• [Work to be completed]: Go through the listing below. Copy each line that has the string "detectPumpRuns".
******************************
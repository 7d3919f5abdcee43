import { ensureTimePartitions } from '@wellkept/db';
import { useTestDatabase } from '@wellkept/db/testing';
import { sql } from 'kysely';
import { beforeAll, describe, expect, it } from 'vitest';
import { RuleDataRepository } from '../../src/rules/rule-data.repository.js';

const database = useTestDatabase('ingest_rule_data_series');

const now = new Date('2026-03-10T12:00:00Z');
const nowT = now.getTime() / 1000;
const window = { rawSeconds: 3600, tankSeconds: 4 * 3600, thinSeconds: 600 };
let siteId = '';
let otherSiteId = '';

/** Stores readings of one channel, creating the channel on first use. */
async function store(
  site: string,
  name: string,
  kind: 'number' | 'boolean' | 'string',
  rows: [secondsBeforeNow: number, value: number | string | null][],
): Promise<void> {
  const { rows: channel } = await sql<{ id: number }>`
    insert into channels (site_id, name, unit, value_kind) values (${site}, ${name}, '', ${kind})
    on conflict (site_id, name) do update set value_kind = excluded.value_kind
    returning id`.execute(database.db);
  for (const [ago, value] of rows) {
    const time = new Date((nowT - ago) * 1000);
    await sql`
      insert into readings (site_id, channel_id, time, value, text_value)
      values (${site}, ${channel[0]!.id}, ${time},
              ${typeof value === 'number' ? value : null}, ${typeof value === 'string' ? value : null})`.execute(
      database.db,
    );
  }
}

beforeAll(async () => {
  await ensureTimePartitions(
    database.db,
    'readings',
    new Date(now.getTime() - 2 * 86_400_000),
    new Date(now.getTime() + 86_400_000),
  );
  const { rows } = await sql<{ id: string }>`
    with c as (insert into companies (name) values ('Series test installer') returning id)
    insert into sites (company_id, name, latitude, longitude, time_zone)
    select c.id, n, 35, -106, 'UTC' from c, unnest(array['Series site', 'Other site']) n
    returning id`.execute(database.db);
  [siteId, otherSiteId] = rows.map((r) => r.id) as [string, string];

  // Stored out of time order, as store-and-forward packs arrive.
  await store(siteId, 'battery/voltage', 'number', [
    [60, 25.4],
    [1800, 25.1],
    [30, 25.5],
    [7200, 24.0], // older than the raw window: not read
  ]);
  await store(siteId, 'pump/well/running', 'boolean', [
    [120, 0],
    [90, 1],
    [45, null], // a switch sample without a value is skipped, not read as off
  ]);
  await store(siteId, 'controller/stage', 'string', [
    [300, 'bulk'],
    [100, 'absorption'],
  ]);
  // Tank level: raw in the last hour, one per 10 minutes before it, nothing past four hours.
  await store(siteId, 'tank/cistern/level', 'number', [
    [600, 1.5],
    [3 * 3600 + 540, 1.1],
    [3 * 3600 + 500, 1.15],
    [3 * 3600 + 660, 1.2],
    [5 * 3600, 0.9],
  ]);
  await store(siteId, 'pressure/bladder', 'number', [[5000, 40]]); // only older than the window
  await store(siteId, 'well/level', 'number', [[20, 31.5]]); // recent, but no rule reads it
  await store(otherSiteId, 'battery/voltage', 'number', [[10, 99]]);
});

describe('rule data series', () => {
  it("returns each rule channel's samples in time order, typed by kind, within the window", async () => {
    const series = await new RuleDataRepository(database.db).series(siteId, now, window);
    expect(series['battery/voltage']).toEqual([
      { t: nowT - 1800, v: 25.1 },
      { t: nowT - 60, v: 25.4 },
      { t: nowT - 30, v: 25.5 },
    ]);
    expect(series['pump/well/running']).toEqual([
      { t: nowT - 120, v: false },
      { t: nowT - 90, v: true },
    ]);
    expect(series['controller/stage']).toEqual([
      { t: nowT - 300, v: 'bulk' },
      { t: nowT - 100, v: 'absorption' },
    ]);
    expect(series).not.toHaveProperty('pressure/bladder');
    expect(series).not.toHaveProperty('well/level');
  });

  it('thins older tank levels to one per interval and keeps them before the raw ones', async () => {
    const series = await new RuleDataRepository(database.db).series(siteId, now, window);
    const levels = series['tank/cistern/level'] ?? [];
    expect(levels.map((s) => s.t)).toEqual([...levels.map((s) => s.t)].sort((a, b) => a - b));
    // Two samples of one 10-minute bin three hours back became one; the 5-hour-old one is out.
    expect(levels).toHaveLength(3);
    expect(levels.at(-1)).toEqual({ t: nowT - 600, v: 1.5 });
    expect(levels.some((s) => s.v === 0.9)).toBe(false);
  });

  it("never returns another site's samples", async () => {
    const other = await new RuleDataRepository(database.db).series(otherSiteId, now, window);
    expect(other).toEqual({ 'battery/voltage': [{ t: nowT - 10, v: 99 }] });
  });
});
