import { describe, expect, it } from 'vitest';
import {
  type PumpConfig,
  type Sample,
  type TankConfig,
  detectPumpRuns,
  maxStartsInWindow,
  rebuildStatus,
  waterDeliveredByRun,
  levelFromTankVolume,
} from '../../src/index.js';

const pump: PumpConfig = { key: 'well', ratedCurrentAmps: 8, supplyVolts: 48 };

describe('pump runs', () => {
  it('finds runs from the running switch state, with duration, mean current and energy', () => {
    const running: Sample<boolean>[] = [
      { t: 0, v: false },
      { t: 60, v: true },
      { t: 660, v: false },
      { t: 1000, v: true },
      { t: 1300, v: false },
    ];
    const current: Sample[] = [];
    for (let t = 60; t <= 600; t += 60) current.push({ t, v: 8 });
    const runs = detectPumpRuns(pump, { running, current });
    expect(runs.map((r) => [r.startT, r.endT, r.durationSeconds])).toEqual([
      [60, 660, 600],
      [1000, 1300, 300],
    ]);
    expect(runs[0]?.meanCurrentAmps).toBe(8);
    expect(runs[0]?.energyWattHours).toBeCloseTo((8 * 48 * 600) / 3600, 9);
    expect(runs[1]?.meanCurrentAmps).toBeNull();
  });

  it('without a switch state, uses current above a tenth of rated', () => {
    const current: Sample[] = [0, 0.2, 7.9, 8.1, 8, 0.1, 0].map((v, i) => ({ t: i * 60, v }));
    const runs = detectPumpRuns(pump, { current });
    expect(runs).toHaveLength(1);
    expect(runs[0]).toMatchObject({ startT: 120, endT: 300, spansGap: false, stillRunning: false });
  });

  it('marks a run that spans a data gap instead of guessing, and a run still going', () => {
    const running: Sample<boolean>[] = [
      { t: 0, v: true },
      { t: 60, v: true },
      { t: 5000, v: false },
      { t: 6000, v: true },
      { t: 6060, v: true },
    ];
    const runs = detectPumpRuns(pump, { running });
    expect(runs[0]).toMatchObject({ startT: 0, endT: 5000, spansGap: true });
    expect(runs[1]).toMatchObject({ startT: 6000, endT: 6060, stillRunning: true });
  });

  it('counts the most starts inside a sliding window', () => {
    const running: Sample<boolean>[] = [];
    for (let i = 0; i < 9; i += 1) {
      running.push({ t: 3600 + i * 60, v: true }, { t: 3600 + i * 60 + 30, v: false });
    }
    const runs = detectPumpRuns(pump, { running });
    expect(maxStartsInWindow(runs, 600)).toEqual({ starts: 9, fromT: 3600 });
    expect(maxStartsInWindow(runs, 120).starts).toBe(2);
  });
});

describe('water delivered and run-hours', () => {
  const tank: TankConfig = {
    key: 'main',
    geometry: { shape: 'rectangular', lengthMetres: 2, widthMetres: 2, heightMetres: 2 },
  };
  const level = (m3: number) => levelFromTankVolume(tank, m3) as number;

  it('from tank rise, allowing for the draw that went on during the run', () => {
    // falling 0.1 m³/h before the run; the run lasts 1 h and the tank rises 0.5 m³ net
    const levels: Sample[] = [
      { t: 0, v: level(4.1) },
      { t: 3600, v: level(4.0) },
      { t: 7200, v: level(4.5) },
    ];
    const run = {
      pumpKey: 'well',
      startT: 3600,
      endT: 7200,
      durationSeconds: 3600,
      meanCurrentAmps: 8,
      energyWattHours: null,
      spansGap: false,
      stillRunning: false,
    };
    const delivered = waterDeliveredByRun(run, { tank, levels });
    expect(delivered.method).toBe('tank_rise');
    expect(delivered.tankRiseCubicMetres).toBeCloseTo(0.5, 9);
    expect(delivered.drawAllowanceCubicMetres).toBeCloseTo(0.1, 9);
    expect(delivered.cubicMetres).toBeCloseTo(0.6, 9);
  });

  it('from a flow meter when there is one', () => {
    const run = {
      pumpKey: 'well',
      startT: 0,
      endT: 600,
      durationSeconds: 600,
      meanCurrentAmps: 8,
      energyWattHours: null,
      spansGap: false,
      stillRunning: false,
    };
    const flows = [0, 300, 600].map((t) => ({ t, v: 0.0005 }));
    const delivered = waterDeliveredByRun(run, { flows });
    expect(delivered).toMatchObject({ method: 'flow' });
    expect(delivered.cubicMetres).toBeCloseTo(0.3, 9);
  });

  it('run-hours since the last rebuild, and when a rebuild is due', () => {
    const runs = [0, 1, 2].map((i) => ({
      pumpKey: 'well',
      startT: i * 86400,
      endT: i * 86400 + 7200,
      durationSeconds: 7200,
      meanCurrentAmps: null,
      energyWattHours: null,
      spansGap: false,
      stillRunning: false,
    }));
    expect(rebuildStatus(runs, 0, 3 * 86400, 10)).toEqual({
      runHours: 6,
      hoursRemaining: 4,
      due: false,
    });
    expect(rebuildStatus(runs, 0, 3 * 86400, 10, 5).due).toBe(true);
    expect(rebuildStatus(runs, 86400 + 3600, 3 * 86400, null).runHours).toBe(3);
  });
});
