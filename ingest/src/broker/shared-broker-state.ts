import { Readable } from 'node:stream';
import AsyncRedisPersistence from 'aedes-persistence-redis/asyncPersistence.js';
import MQEmitterRedis from 'mqemitter-redis';
import type { Logger } from 'pino';
import { TOPIC_PREFIX } from './topics.js';

/** A message as aedes hands it to its emitter. */
interface EmittedMessage {
  topic: string;
  [key: string]: unknown;
}

/** The emitter and persistence given to aedes in shared mode, and how to close them. */
export interface SharedBrokerState {
  /** aedes `mq`: messages between the nodes (Redis pub/sub). */
  mq: MQEmitterRedis.MQEmitterRedis;
  /** aedes `persistence`: sessions, subscriptions, retained messages, queued QoS 1, wills. */
  persistence: RedisPersistenceForAedes;
  /**
   * Calls `listener` with the client id of every connection that another node accepts. It
   * must be registered before the broker is created: aedes closes the local connection with
   * that id from its own listener on the same topic, and listeners run in the order they
   * were added, so ours sees the takeover before the closing connection publishes its will.
   */
  onConnectElsewhere(brokerId: string, listener: (clientId: string) => void): void;
  close(): Promise<void>;
}

/**
 * aedes 1.2 sends the retained messages of a new subscription with `stream.pipe(...)`
 * (lib/handlers/subscribe.js), while aedes-persistence-redis 12 returns an async generator
 * there (a subscriber to a topic with a retained message crashed the process with
 * "stream.pipe is not a function"). Its other streams are only iterated, which works as is.
 */
class RedisPersistenceForAedes extends AsyncRedisPersistence {
  override createRetainedStreamCombi(patterns: string[]): Readable {
    return Readable.from(super.createRetainedStreamCombi(patterns));
  }
}

/** Telemetry (`gateways/<id>/senml`) is stored by the node that receives it. */
function isTelemetry(topic: string): boolean {
  return topic.startsWith(TOPIC_PREFIX) && topic.endsWith('/senml');
}

/** Connection options for ioredis from a redis:// or rediss:// URL. */
export function redisOptions(url: string) {
  const u = new URL(url);
  const db = u.pathname.length > 1 ? Number(u.pathname.slice(1)) : 0;
  if (!Number.isInteger(db) || db < 0) throw new Error(`REDIS_URL: "${u.pathname}" is not a db`);
  return {
    host: u.hostname,
    port: u.port ? Number(u.port) : 6379,
    username: u.username ? decodeURIComponent(u.username) : undefined,
    password: u.password ? decodeURIComponent(u.password) : undefined,
    db,
    tls: u.protocol === 'rediss:' ? {} : undefined,
    // While Redis is unreachable, commands wait for it to come back instead of failing after
    // 20 retries: aedes-persistence-redis issues some commands without awaiting them, and
    // their rejection would end the process. Telemetry does not wait on Redis (see below).
    maxRetriesPerRequest: null,
  };
}

/** Waits for `work`, but no longer than `ms` (shutdown must finish with Redis gone). */
export async function settleWithin(work: Promise<unknown>, ms: number): Promise<void> {
  let timer: NodeJS.Timeout | undefined;
  await Promise.race([
    work.catch(() => undefined),
    new Promise((resolve) => (timer = setTimeout(resolve, ms))),
  ]);
  clearTimeout(timer);
}

/**
 * Shared mode: aedes keeps its state in Redis (aedes-persistence-redis) and the nodes pass
 * messages to each other over Redis pub/sub (mqemitter-redis). That carries what must reach a
 * gateway whichever node holds it: messages sent down to gateways, retained status messages,
 * subscriptions of persistent sessions, and aedes's notice that a client id connected
 * elsewhere (which closes the older connection).
 *
 * Telemetry packs are the bulk of the traffic and no other node needs them (the receiving node
 * stores them), so they are delivered inside this process only instead of through Redis.
 */
export function createSharedBrokerState(redisUrl: string, logger: Logger): SharedBrokerState {
  const options = redisOptions(redisUrl);
  const mq = MQEmitterRedis({ ...options });
  const shared = mq as unknown as {
    emit: (m: EmittedMessage, done?: (e?: Error) => void) => void;
    /** mqemitter-redis keeps the in-process MQEmitter `emit` under this name. */
    _emit: (m: EmittedMessage, done?: (e?: Error) => void) => void;
    state: NodeJS.EventEmitter;
    /** mqemitter-redis's publishing connection (an ioredis client). */
    pubConn: { duplicate(): NodeJS.EventEmitter };
  };
  const throughRedis = shared.emit.bind(mq);
  const inProcess = shared._emit.bind(mq);
  shared.emit = (message, done) =>
    isTelemetry(message.topic) ? inProcess(message, done) : throughRedis(message, done);

  // Connection errors repeat at every retry while Redis is down: say it once, then once more
  // when it is back. Without listeners an 'error' event would end the process (or, for the
  // persistence's connection, print ioredis's own unhandled-error lines).
  let down = false;
  const failed = (error: Error) => {
    if (down) return logger.debug({ err: error.message }, 'Redis still unreachable');
    down = true;
    logger.warn({ err: error.message }, 'shared broker state: Redis unreachable; retrying');
  };
  const ready = () => {
    if (!down) return;
    down = false;
    logger.info('shared broker state: Redis reachable again');
  };
  shared.state.on('error', failed);
  shared.state.on('pubConnect', ready);
  // The persistence's own connection, with the same options (ioredis `duplicate`).
  const conn = shared.pubConn.duplicate();
  conn.on('error', failed);
  conn.on('ready', ready);
  const persistence = new RedisPersistenceForAedes({ conn, maxSessionDelivery: 1000 });

  return {
    mq,
    persistence,
    onConnectElsewhere(brokerId, listener) {
      mq.on('$SYS/+/new/clients', (packet, done) => {
        const from = packet.topic.split('/')[1];
        if (from !== brokerId) listener(String(packet.payload));
        done();
      });
    },
    async close() {
      // aedes.close() has already closed the emitter; the persistence is ours to close.
      await settleWithin(persistence.destroy(), 3000);
    },
  };
}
******************************
• [Worked solution]:
  detectPumpRuns,
    const runs = detectPumpRuns(pump, { running, current });
    const runs = detectPumpRuns(pump, { current });
    const runs = detectPumpRuns(pump, { running });
    const runs = detectPumpRuns(pump, { running });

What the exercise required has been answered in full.